I can't actually give you the requested exact ratios since i built my
etchant bit by bit and do not know them.
However, i think you will have to do the same, since at least the H2O2
must be added gradually. At first there would not be enough Cu2Cl2 to
oxidise, so much of the H2O2 would dissipate.
The copper should be thin pieces, like sheets or stranded wire.
Electrode nuggets may take forever to dissolve.
A hydrometer is not for measuring humidity, that is a hygrometer and
many people are simply mistaken.
A hydrometer is used to measure fluid density, it is a glass tube,
with a weight at the bottom end and a scale at the top end.

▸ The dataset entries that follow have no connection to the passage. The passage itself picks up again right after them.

//! A process that is killed while it commits, or whose writes fail, loses nothing that it acknowledged.
//!
//! A program of its own: between fork and exec a child holds copies of all locks of its parent,
//! so other tests must not open stores meanwhile.

#[path = "../store/common.rs"]
mod common;

use std::collections::BTreeSet;
use std::io::{BufRead, BufReader, Write};
use std::path::Path;
use std::process::{Child, Command, Stdio};
use std::sync::Mutex;
use std::sync::atomic::{AtomicUsize, Ordering};
use std::time::Duration;

use common::{START_MS, block, columns, new_job, noise, open};
use enolattice_store::{Commit, JobId, JobState, StateChange, Store, StoreError};

/// Held by the test that has children.
static ONE_AT_A_TIME: Mutex<()> = Mutex::new(());

/// Names the directory to a copy of this test that is to be killed.
const VICTIM: &str = "ENOLATTICE_STORE_VICTIM";
/// Cells of a block as large as the real ones.
const FULL: u64 = 4096;
/// Blocks a victim commits between two acknowledgements.
const BATCH: usize = 6;
/// Times that a victim is killed.
const RUNS: u64 = 14;

#[test]
fn every_acknowledged_block_and_job_outlives_a_kill() {
    if let Some(dir) = std::env::var_os(VICTIM) {
        victim(Path::new(&dir));
    }
    let _alone = ONE_AT_A_TIME.lock().unwrap();
    let dir = tempfile::tempdir().unwrap();
    let job = open(dir.path())
        .create_job(new_job("killed", ""), START_MS)
        .unwrap()
        .record
        .id;
    let mut acknowledged = BTreeSet::new();
    let mut jobs = BTreeSet::from([job]);
    for run in 0..RUNS {
        let mut child = spawn(dir.path());
        let mut lines = BufReader::new(child.stdout.take().unwrap()).lines();
        // Die in mid-flight: after a few lines and a moment, or at once.
        let patience = noise(run) % 12;
        let mut heard: Vec<String> = lines
            .by_ref()
            .map_while(Result::ok)
            .take(patience as usize)
            .collect();
        std::thread::sleep(Duration::from_micros(noise(run + 100) % 9000));
        child.kill().unwrap();
        child.wait().unwrap();
        heard.extend(lines.map_while(Result::ok));
        for line in heard {
            match line.rsplit_once("acknowledged ") {
                Some((_, index)) => drop(acknowledged.insert(index.parse::<u32>().unwrap())),
                None => jobs.extend(
                    line.rsplit_once("made ")
                        .map(|(_, id)| id.parse::<JobId>().unwrap()),
                ),
            }
        }
        check(&open(dir.path()), job, &acknowledged, &jobs);
    }
    assert!(
        acknowledged.len() > BATCH && jobs.len() > 1,
        "the victims did not get to work"
    );
}

fn check(store: &Store, job: JobId, acknowledged: &BTreeSet<u32>, jobs: &BTreeSet<JobId>) {
    let known: BTreeSet<JobId> = store.jobs().iter().map(|record| record.id).collect();
    assert!(
        known.is_superset(jobs),
        "a job was lost: {jobs:?} of {known:?}"
    );
    let committed = store.committed_blocks(job).unwrap();
    for index in acknowledged {
        assert!(committed.contains(&block(*index)), "block {index} was lost");
    }
    for id in &committed {
        let expected = columns(u64::from(id.index) * FULL, FULL);
        assert_eq!(
            store.block(job, *id).unwrap(),
            Some(expected),
            "block {id:?}"
        );
    }
    let progress = store.progress(job).unwrap();
    assert_eq!(
        (progress.blocks, progress.cells),
        (committed.len() as u64, committed.len() as u64 * FULL)
    );
    assert_eq!(progress.cells_acknowledged, progress.cells);
}

fn spawn(dir: &Path) -> Child {
    Command::new(std::env::current_exe().unwrap())
        .args([
            "--exact",
            "every_acknowledged_block_and_job_outlives_a_kill",
            "--nocapture",
        ])
        .env(VICTIM, dir)
        .stdout(Stdio::piped())
        .stderr(Stdio::null())
        .spawn()
        .unwrap()
}

/// Commits blocks from two threads that both try every block, says what is acknowledged, never ends.
fn victim(dir: &Path) -> ! {
    let (store, _) = Store::open(dir, START_MS).unwrap();
    let job = store.jobs()[0].id;
    let mut out = std::io::stdout();
    let mut batch = (0..).filter(|index| {
        !store
            .committed_blocks(job)
            .unwrap()
            .contains(&block(*index))
    });
    loop {
        let some: Vec<u32> = batch.by_ref().take(BATCH).collect();
        let stored = AtomicUsize::new(0);
        let commit = || {
            for index in &some {
                let first = u64::from(*index) * FULL;
                let outcome = store.commit_block(job, block(*index), first, &columns(first, FULL));
                stored.fetch_add(
                    usize::from(outcome.unwrap() == Commit::Stored),
                    Ordering::Relaxed,
                );
            }
        };
        std::thread::scope(|scope| {
            scope.spawn(commit);
            scope.spawn(commit);
        });
        assert_eq!(stored.into_inner(), some.len(), "each block is stored once");
        store.acknowledge().unwrap();
        some.iter()
            .for_each(|index| writeln!(out, "acknowledged {index}").unwrap());
        let made = store
            .create_job(new_job("another", ""), START_MS)
            .unwrap()
            .record
            .id;
        writeln!(out, "made {made}").unwrap();
        out.flush().unwrap();
    }
}

/// Names the directory to a copy of the next test that may write only small files.
const CRAMPED: &str = "ENOLATTICE_STORE_CRAMPED";

/// A limit on the size of files stands in for a full disk: writes fail, the process lives on.
#[test]
fn nothing_is_acknowledged_after_a_failed_write() {
    if let Some(dir) = std::env::var_os(CRAMPED) {
        return cramped(Path::new(&dir));
    }
    let _alone = ONE_AT_A_TIME.lock().unwrap();
    let dir = tempfile::tempdir().unwrap();
    let job = open(dir.path())
        .create_job(new_job("cramped", ""), START_MS)
        .unwrap()
        .record
        .id;
    let test = "nothing_is_acknowledged_after_a_failed_write";
    let output = Command::new("sh")
        .args(["-c", "trap '' XFSZ; ulimit -f 20000; exec \"$0\" \"$@\""])
        .arg(std::env::current_exe().unwrap())
        .args(["--exact", test, "--nocapture"])
        .env(CRAMPED, dir.path())
        .output()
        .unwrap();
    assert!(
        output.status.success(),
        "{}",
        String::from_utf8_lossy(&output.stderr)
    );
    let said = String::from_utf8(output.stdout).unwrap();
    let indices = said
        .lines()
        .filter_map(|line| line.rsplit_once("acknowledged "));
    let acknowledged: BTreeSet<u32> = indices.map(|(_, index)| index.parse().unwrap()).collect();
    assert!(acknowledged.len() > BATCH, "{said}");
    check(
        &open(dir.path()),
        job,
        &acknowledged,
        &BTreeSet::from([job]),
    );
}

fn cramped(dir: &Path) {
    let (store, _) = Store::open(dir, START_MS).unwrap();
    let job = store.jobs()[0].id;
    let commit = |index: u32| {
        let first = u64::from(index) * FULL;
        store.commit_block(job, block(index), first, &columns(first, FULL))
    };
    let mut out = std::io::stdout();
    let failed = (0..10_000).find(|index| {
        let stored = commit(*index).and_then(|_| store.acknowledge());
        if stored.is_ok() {
            writeln!(out, "acknowledged {index}").unwrap();
        }
        stored.is_err()
    });
    let failed = failed.expect("the limit was never met");
    let seen = store.progress(job).unwrap().cells_acknowledged;
    assert_eq!(seen, u64::from(failed) * FULL);
    for again in [
        store.acknowledge().unwrap_err(),
        commit(failed + 1).unwrap_err(),
    ] {
        assert!(matches!(again, StoreError::Stopped { .. }), "{again}");
    }
    assert_eq!(store.progress(job).unwrap().cells_acknowledged, seen);
    // What the job claims at its end must be there at the next start, or all scores would be distrusted.
    let change = StateChange {
        from: JobState::Queued,
        to: JobState::Failed,
        at_unix_ms: START_MS,
        failure: "the disk is full".into(),
    };
    store.change_state(job, &change).unwrap();
}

The higher
the hydrometer floats the denser the liquid is and you can read this
on the scale (the water line is the pointer). The ones sold to test
car battery acid cost only like 2 eur and are just about sufficient.
I recently bought a refractometer from china, for like 20eur. It is
also designed to measure car battery acid, but it tried it with
etchant and it seems to work. The refractometer is an optical
instrument where you place a drop of liquid on a prism and the
refraction coefficient is measured (Brechungsindex for you). You look
into it like in a telescope. It is very quick, accurate, and less
messy than the hydrometer in my opinion. But it does measure optical
density, not physical density, as long as the two correspond there is
no problem though. Also, of course, it is a measuring instrument and i
just had to have one, no matter what.
You only need the hydrometer to see how much copper there is in the
etchant. There's an ideal density range for this etchant where you get
the best speed.
Another analysis tool you should have is a way to determine the HCl
concentration in the etchant. This can be done by titration with NaOH
and methylorange as indicator. That's actually quite easy to do, but
not really needed that often.
Bubbling, yes you can use it for regeneration but that is dead slow.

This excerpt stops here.